Next, I am a woodworker from back in the '50s as a kid. Still, I recognize that pens are different in that they are held daily many times and need a different kind of protection than wood bowls and furniture. Ever notice the edges of cabinets in the kitchen after 3 or 4 years use? Hand grime! This is what the pen sees at a rate of months. The wax will wear off in a week at best. It will not continue to shine.

CA, Solarex (in the experimental stages here on IAP), some epoxies, some lacquers, liquid acrylics and other finishes will do much better.


----------



## nativewooder

Learn to use lacquer, and read the instructions carefully and many times.  Don't be afraid to practice and feel free to experiment.


----------



## Math2010

I understand that I have to change my finish type...

But how can I remove the over of shellawax when I separate blank from bushing.


----------



## mecompco

Math2010 said:


> I understand that I have to change my finish type...
> 
> But how can I remove the over of shellawax when I separate blank from bushing.
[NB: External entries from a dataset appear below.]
import { and, eq } from "drizzle-orm";
import { afterAll, beforeAll, describe, expect, it } from "vitest";
import { hashOf } from "../../src/server/auth/secrets";
import { mintSignInLink } from "../../src/server/auth/sign-in-links";
import { db } from "../../src/server/db/client";
import { findUser } from "../../src/server/db/queries/people";
import { deliveries } from "../../src/server/db/schema/notices";
import { signInLinks } from "../../src/server/db/schema/people";
import { createMember } from "../../src/server/organisations/members";
import { newMember, newOrganisation, type SignedInMember } from "../fixtures/organisation";
import { startTestApp, type TestApp } from "../support/test-app";

let app: TestApp;
let organisation: { id: string; name: string };
let member: SignedInMember;
let email: string;

beforeAll(async () => {
  app = await startTestApp();
  organisation = await newOrganisation("Link Office");
  member = await newMember(organisation, ["installer"]);
  email = (await findUser(db(), member.userId))?.email ?? "";
});
afterAll(() => app.close());

const problemOf = (response: Response) =>
  new URL(response.headers.get("location") ?? "", app.origin).searchParams.get("problem");
const tokenOf = (url: string) => new URL(url).searchParams.get("token") ?? "";

const ask = (address: string, visitor = app.visitor()) =>
  visitor.request(`${app.origin}/api/sign-in/link`, {
    method: "POST",
    body: new URLSearchParams({ email: address }),
  });
const useUp = (token: string, more: Record<string, string> = {}, visitor = app.visitor()) =>
  visitor.request(`${app.origin}/api/sign-in/token`, {
    method: "POST",
    body: new URLSearchParams({ token, ...more }),
  });
const mailsFor = (userId: string) =>
  db()
    .select()
    .from(deliveries)
    .where(and(eq(deliveries.kind, "sign-in-link"), eq(deliveries.userId, userId)));

/** What an answer shows to whoever asked, without what differs from request to request. */
async function visible(response: Response) {
  const headers = [...response.headers].filter(([name]) => !["date", "x-request-id"].includes(name));
  return { status: response.status, headers, body: await response.text() };
}

describe("asking for a sign-in link", () => {
  it("is answered alike for an address that is known and one that is not", async () => {
    const known = await visible(await ask(` ${email.toUpperCase()} `));
    const unknown = await visible(await ask("nobody.here@members.example"));
    expect(known).toEqual(unknown);
    expect(known).toMatchObject({ status: 303, body: "" });
    expect(known.headers).toContainEqual(["location", "/sign-in?sent=1"]);
  });

  it("takes as long for the one as for the other", async () => {
    const took = async (address: string) => {
      const startedAtMs = performance.now();
      await ask(address);
      return performance.now() - startedAtMs;
    };
    expect(await took(email)).toBeGreaterThanOrEqual(250);
    expect(await took("nobody.else@members.example")).toBeGreaterThanOrEqual(250);
  });

  it("puts a message without any link into the outbox, one for each organisation, and none for a stranger", async () => {
    const shared = "in.two@members.example";
    const people = [];
    for (const { id } of [organisation, await newOrganisation("Other Link Office")]) {
      const fields = { organisationId: id, name: "In Two", email: shared, roles: ["planner"] as const };
      people.push(await db().transaction((tx) => createMember(tx, fields)));
    }
    const before = await db().$count(deliveries);
    await ask(shared);
    await ask("nobody.at.all@members.example");
    expect(await db().$count(deliveries)).toBe(before + 2);
    for (const userId of people) {
      const [mail, ...more] = await mailsFor(userId);
      expect(more).toEqual([]);
      expect(mail).toMatchObject({ state: "waiting", attempts: 0, recipientId: null });
      const links = await db().select().from(signInLinks).where(eq(signInLinks.userId, userId));
      expect(links).toEqual([]);
    }
  });

  it("takes JSON too, and refuses what is no address", async () => {
    const post = (body: string) =>
      app.visitor().request(`${app.origin}/api/sign-in/link`, {
        method: "POST",
        headers: { "content-type": "application/json" },
        body,
      });
    expect((await post(JSON.stringify({ email: "nobody@members.example" }))).status).toBe(202);
    const refused = await post(JSON.stringify({ email: "nobody" }));
    expect(refused.status).toBe(422);
    expect(await refused.json()).toMatchObject({
      error: { code: "input.refused", faults: [{ path: "email" }] },
    });
    expect(problemOf(await ask("nobody@"))).toBe("address-unusable");
  });

  it("does not take an accent for a plain letter", async () => {
    const before = await db().$count(deliveries);
    await ask(email.replace("members", "mémbers"));
    expect(await db().$count(deliveries)).toBe(before);
  });
});

describe("a sign-in link", () => {
  it("leads to this application and is kept as a hash, for ten minutes", async () => {
    const now = new Date();
    const { url, expiresAt } = await mintSignInLink(db(), member.userId, now);
    expect(url).toMatch(new RegExp(`^${app.origin}/sign-in/link\\?token=[\\w-]{43}$`));
    expect(expiresAt.getTime() - now.getTime()).toBe(600_000);
    const [row] = await db()
      .select()
      .from(signInLinks)
      .where(eq(signInLinks.id, hashOf(tokenOf(url))));
    expect(row).toMatchObject({ userId: member.userId, expiresAt, usedAt: null });
    expect(JSON.stringify(row)).not.toContain(tokenOf(url));
  });

  it("changes nothing by being opened, and signs in when its button is pressed", async () => {
    const { url } = await mintSignInLink(db(), member.userId);
    for (let scans = 0; scans < 3; scans += 1) {
      const scanner = app.visitor();
      const opened = await scanner.request(url);
      expect(opened.status).toBe(200);
      expect(opened.headers.getSetCookie()).toEqual([]);
    }
    const visitor = app.visitor();
    const page = await (await visitor.request(url)).text();
    const token = /name="token" value="([\w-]+)"/.exec(page)?.[1] ?? "";
    const pressed = await useUp(token, {}, visitor);
    expect([pressed.status, pressed.headers.get("location")]).toEqual([303, "/desk"]);
    expect((await visitor.request(`${app.origin}/desk`)).status).toBe(200);
  });

  it("works once", async () => {
    const token = tokenOf((await mintSignInLink(db(), member.userId)).url);
    expect(problemOf(await useUp(token))).toBe(null);
    const again = await useUp(token);
    expect([again.status, problemOf(again)]).toEqual([303, "link-used"]);
    expect(again.headers.getSetCookie()).toEqual([]);
  });

  it("works once even when it is used by many at the same time", async () => {
    const token = tokenOf((await mintSignInLink(db(), member.userId)).url);
    const answers = await Promise.all(Array.from({ length: 12 }, () => useUp(token)));
    expect(answers.filter((answer) => problemOf(answer) === null)).toHaveLength(1);
    expect(answers.filter((answer) => problemOf(answer) === "link-used")).toHaveLength(11);
  });

  it("does not work after ten minutes, nor when it was never made", async () => {
    const tenMinutesAgo = new Date(Date.now() - 600_001);
    const token = tokenOf((await mintSignInLink(db(), member.userId, tenMinutesAgo)).url);
    expect(problemOf(await useUp(token))).toBe("link-expired");
    expect(problemOf(await useUp("never-made"))).toBe("link-unusable");
    expect(problemOf(await useUp(hashOf(token)))).toBe("link-unusable");
  });

  it("goes on to a page of ours only", async () => {
    const use = async (returnTo: string) => {
      const token = tokenOf((await mintSignInLink(db(), member.userId)).url);
      return (await useUp(token, { returnTo })).headers.get("location");
    };
    expect(await use("/account")).toBe("/account");
    expect(await use("https://elsewhere.example/")).toBe("/desk");
    expect(await use("/\\elsewhere.example")).toBe("/desk");
  });
});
A simple way is to lay a piece of 320 or 400 grit paper down on a flat surface and carefully, being sure to keep it perfectly flat, drag the end of the blank across it. 

A more precise would be to mount a disc sander on your lathe, chuck a correctly sized punch in a drill chuck on your tail stock and gently sand off the excess finish. BTW, this is a much more controllable way to square your blanks as well. A pen mill can easily "eat" a brittle blank.

Regards,
Michael


----------



## Math2010

Thank you for your advices!


----------



## Skie_M

HMM ..... how in the world would you get that to happen?   The shellawax just pushed your bushing apart from your pen barrel as you worked???

You should have that tight and secure on the mandrel, so that should never have been possible.  It's a very puzzling situation, the only thing I could think of was that you didn't have the barrels squared to the brass, but if you did I have no idea what makes that happen.


I do, however, have a few things to say about how to prevent it, though ... 


Finish between centers:

Use a 60 degree cone center and live center set (or make something similar up for your lathe)...

It can be as simple as using a live center like a mandrel saver with a length of 1/4" aluminum rod sticking out and a 7mm bushing friction fit to it (have more length inside the mandrel saver than out) and adding a block of delrin or other nonstick material to the end of the rod that's been turned to a 60 degree cone ... and for the headstock side a rod of delrin that's been turned to a cone shape.

It doesn't have to be perfectly squared or run true, you're gonna go at the slowest speed for applying a CA finish.

For a shellawax high speed polish or buffing stage for the CA finish, you can use a harder material that will run true, like a hardwood or solid aluminum or brass 60 degree centers.  Steel works if you have them or can make them.  At high speed, you don't want anything that isn't perfectly squared.


----------